1. Polarization of character states (apo/plesio) is the *output* of the analysis / outgroup comparison. Hence, you can hardly define the species (input to the analysis) by polarized character states - you need to have species first, analyze character matrix and then ask about the polarity of their character states. The same is (obviously) true for the "monophyly" of species.
Phylogenetic species concept can be discussed but not in terms of apomorphy/monophyly; such a concept is something what contradicts the very nature of cladistic analysis.
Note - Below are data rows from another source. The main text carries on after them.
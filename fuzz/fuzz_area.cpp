// libFuzzer target: an area file (GeoJSON or CSV), a base-depth file, plate and piezometer readings
// through their readers, and a valid area through the layout, alone and less a moved copy of itself.
// Any exception other than the project's named errors is a finding, as is any sanitizer report.
// Harness limit: the spacing is chosen for about 2,000 drains so that each input runs quickly under
// the sanitizers.
#include <algorithm>
#include <cmath>
#include <cstddef>
#include <cstdint>
#include <string>

#include "scenario/area_files.hpp"
#include "scenario/readings_file.hpp"
#include "wickgrid/errors.hpp"
#include "wickgrid/layout.hpp"

namespace {
// The area moved by a third of its width and a quarter of its height.
wickgrid::layout::Area moved_copy(wickgrid::layout::Area area) {
    double x0 = 1e300, x1 = -1e300, y0 = 1e300, y1 = -1e300;
    for (const auto& part : area.parts)
        for (const auto& p : part.outer) {
            x0 = std::min(x0, p.x_m);
            x1 = std::max(x1, p.x_m);
            y0 = std::min(y0, p.y_m);
            y1 = std::max(y1, p.y_m);
        }
    const double dx = (x1 - x0) / 3.0;
    const double dy = (y1 - y0) / 4.0;
    for (auto& part : area.parts) {
        for (auto& p : part.outer) p = {p.x_m + dx, p.y_m + dy};
        for (auto& hole : part.holes)
            for (auto& p : hole) p = {p.x_m + dx, p.y_m + dy};
    }
    return area;
}
}  // namespace

extern "C" int LLVMFuzzerTestOneInput(const std::uint8_t* data, std::size_t size) {
    using namespace wickgrid;
    const std::string text(reinterpret_cast<const char*>(data), size);
    try {
        const auto base = scenario::parse_base_depths(text, "fuzz.csv");
        if (base.empty()) __builtin_trap();
    } catch (const scenario::ScenarioError&) {
    }
    try {
        const auto r = scenario::parse_readings(text, "fuzz.csv");
        if (r.plates.empty()) __builtin_trap();
    } catch (const scenario::ScenarioError&) {
    }
    try {
        const auto p = scenario::parse_piezometers(text, "fuzz.csv");
        if (p.empty()) __builtin_trap();
    } catch (const scenario::ScenarioError&) {
    }
    try {
        const scenario::AreaFile f = scenario::parse_area(text, "fuzz.geojson", true);
        const double a = layout::area_m2(f.area);
        if (!(a > 0.0) || !std::isfinite(a)) __builtin_trap();
        const double spacing = std::sqrt(a / 2000.0);
        if (!(spacing > 0.0) || !std::isfinite(spacing)) return 0;
        const auto l = layout::lay_out(f.area, {}, {Pattern::triangular, spacing, std::nullopt, std::nullopt, 0.0},
                                       {10.0, 10.0, {{0.0, 0.0, 9.0}}}, 20000);
        if (l.drains.empty()) __builtin_trap();
        // Exclusion zones: the area less a copy of itself moved by a fraction of its extent, so that
        // the difference meets crossing, touching and collinear edges.
        const layout::Area moved = moved_copy(f.area);
        const auto lx = layout::lay_out(f.area, moved, {Pattern::square, spacing, std::nullopt, std::nullopt, 0.0},
                                        {10.0, 10.0, {}}, 20000);
        if (lx.drains.size() > 20000 || !(lx.area_m2 < a * (1.0 + 1e-9))) __builtin_trap();
    } catch (const scenario::ScenarioError&) {
    } catch (const InputError&) {
    } catch (const EvaluationError&) {
    }
    return 0;
}
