void read_spacing(const Reader& r, const YAML::Node& root, Scenario& s) {
    const YAML::Node node = r.required(root, "", "spacing");
    r.expect_map(node, "spacing");
    r.allow_keys(node, "spacing", {"min_m", "max_m", "increment_m"});
    SearchRange& range = s.site.range;
    range.bounds.min_m = r.number(node, "spacing", "min_m", positive("m"));
    range.bounds.max_m = r.number(node, "spacing", "max_m", {range.bounds.min_m, false, inf, false, "m (above min_m)"});
    range.increment_m = r.optional_number(node, "spacing", "increment_m", positive("m")).value_or(defaults::spacing_increment_m);
    const double candidates = (range.bounds.max_m - range.bounds.min_m) / range.increment_m;
    if (candidates > defaults::max_spacing_candidates)
        r.fail(node["increment_m"], "spacing.increment_m",
               format_value(range.increment_m) + " is not allowed: it gives " + format_value(std::floor(candidates)) +
                   " spacings between min_m and max_m; it must be at least " +
                   format_value((range.bounds.max_m - range.bounds.min_m) / defaults::max_spacing_candidates) + " m");
    // A hair of tolerance: 1.0 − 0.8 is 0.19999999999999996 in binary, and an increment of 0.2 fits.
    if (range.increment_m > (range.bounds.max_m - range.bounds.min_m) * (1.0 + 1e-9))
        r.fail(node["increment_m"], "spacing.increment_m",
               format_value(range.increment_m) + " is not allowed: it must be at most max_m − min_m = " +
                   format_value(range.bounds.max_m - range.bounds.min_m) + " m");
}

// The key a user would change when the method cannot take the site.
std::string refusal_key(const Scenario& s, const MethodRefusal& why) {
    switch (why.part) {
        case MethodRefusal::Part::drain_length: return "drain_length_m";
        case MethodRefusal::Part::clay_coefficients: return "clay";
        case MethodRefusal::Part::vacuum: return "loading.vacuum";
        case MethodRefusal::Part::layer_coefficients: break;
    }
    const auto& layers = s.site.ground.profile->layers;
    for (std::size_t i = 0; i < layers.size(); ++i)
        if (layers[i].cv_m2_per_s.has_value() == (s.site.method.method == CellMethod::closed_form) ||
            layers[i].ch_m2_per_s.has_value() == (s.site.method.method == CellMethod::closed_form))
            return "clay.layers[" + std::to_string(i) + "]";
    return "clay.layers";
}

// Physical checks that join several keys, reported at the key a user would change.
void check_physics(const Reader& r, Scenario& s) {
    const Site& site = s.site;
    const double thickness = site.ground.thickness_m, length = site.installation.drain_length_m;
    if (!(length <= thickness * (1 + 1e-12)))
        s.fail_at("drain_length_m", format_value(length) + " is not allowed: it must be at most clay.thickness_m = " +
                                        format_value(thickness) + " m");
    if (const auto why = method_refusal(site)) {
        const std::string key = refusal_key(s, *why);
        if (why->part == MethodRefusal::Part::layer_coefficients && site.method.method == CellMethod::closed_form)
            s.fail_at(key, "layer cv/ch values need 'method: layered_series' or 'method: numerical' (the closed form "
                           "takes one cv and ch for the clay)");
        if (why->part == MethodRefusal::Part::drain_length)
            s.fail_at(key, format_value(length) + " is not allowed: it must equal clay.thickness_m = " +
                               format_value(thickness) + " m (drains that stop short of the clay base need 'method: layered_series' "
                                                                 "or 'method: numerical')");
        s.fail_at(key, why->quantity + " must be " + why->allowed);
    }
    const double ds = site.installation.smear_diameter_m(), dm = site.installation.mandrel_diameter_m;
    for (const auto& d : site.products) {
        if (ds < d.equivalent_diameter_m)
            s.fail_at("installation.smear_diameter_ratio",
                      format_value(site.installation.smear_diameter_ratio) + " gives a smear zone of " +
                          format_value(ds * 1000.0) + " mm, smaller than the equivalent diameter of drain '" + d.name +
                          "' (" + format_value(d.equivalent_diameter_m * 1000.0) + " mm); it must be at least " +
                          format_value(d.equivalent_diameter_m / dm));
        for (const Pattern p : site.range.patterns) {
            const double lowest = spacing_from_influence_diameter_m(p, ds);
            if (site.range.bounds.min_m <= lowest)
                s.fail_at("spacing.min_m", format_value(site.range.bounds.min_m) + " is not allowed: it must be greater than " +
                                               format_value(lowest) + " m so that the smear zone (" +
                                               format_value(ds * 1000.0) + " mm) lies inside the unit cell of a " +
                                               std::string(to_string(p)) + " pattern");
        }
    }
    try {
        validate_site(site);
    } catch (const InputError& e) {
        r.fail_at({0, 0}, "", e.what());
    }
    // Every cell the search may build must be valid: the engine's own checks, located.
    for (std::size_t i = 0; i < site.products.size(); ++i)
        for (const Pattern p : site.range.patterns)
            for (const double spacing : {site.range.bounds.min_m, site.range.bounds.max_m}) {
                const auto& product = site.products[i];
                try {
                    make_cell_model(site, product, p, spacing);
                } catch (const InputError& e) {
                    std::string key = spacing == site.range.bounds.min_m ? "spacing.min_m" : "spacing.max_m";
                    // Well resistance out of all proportion: a tiny qw (below 1 m³/year) or else kh.
                    if (e.quantity().rfind("well resistance", 0) == 0)
                        key = units::per_second_to_per_year(product.discharge_capacity_m3_per_s) < 1.0
                                  ? "drains[" + std::to_string(i) + "].discharge_capacity_m3_per_year"
                              : site.ground.kh_source == KhSource::given ? "clay.kh_m_per_s"
                                                                         : "clay.ch_m2_per_year";
                    s.fail_at(key, std::string(e.what()) + " (drain '" + product.name + "', " + std::string(to_string(p)) +
                                       " pattern)");
                }
            }
}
2. As was correctly pointed by Curtis Clark: after analysing the character matrix you can find that there are some "species" existing without any autapomorphy. You can indeed lump them with their sister taxa on the base of the next synapomorphy - but:
(a) you will often lump units quite distinct in terms of interbreeding, morphology, genetics, history etc. 
(b) even more importantly: such "plesiomorphic" lineages can be rooted rather basally in the cladogram, so you will have to decide: either lump together many taxa differing by a set of (syn)apomorphies or leave the plesiomorphic lineage as a species - here you will fall into a logical inconsistency of your approach.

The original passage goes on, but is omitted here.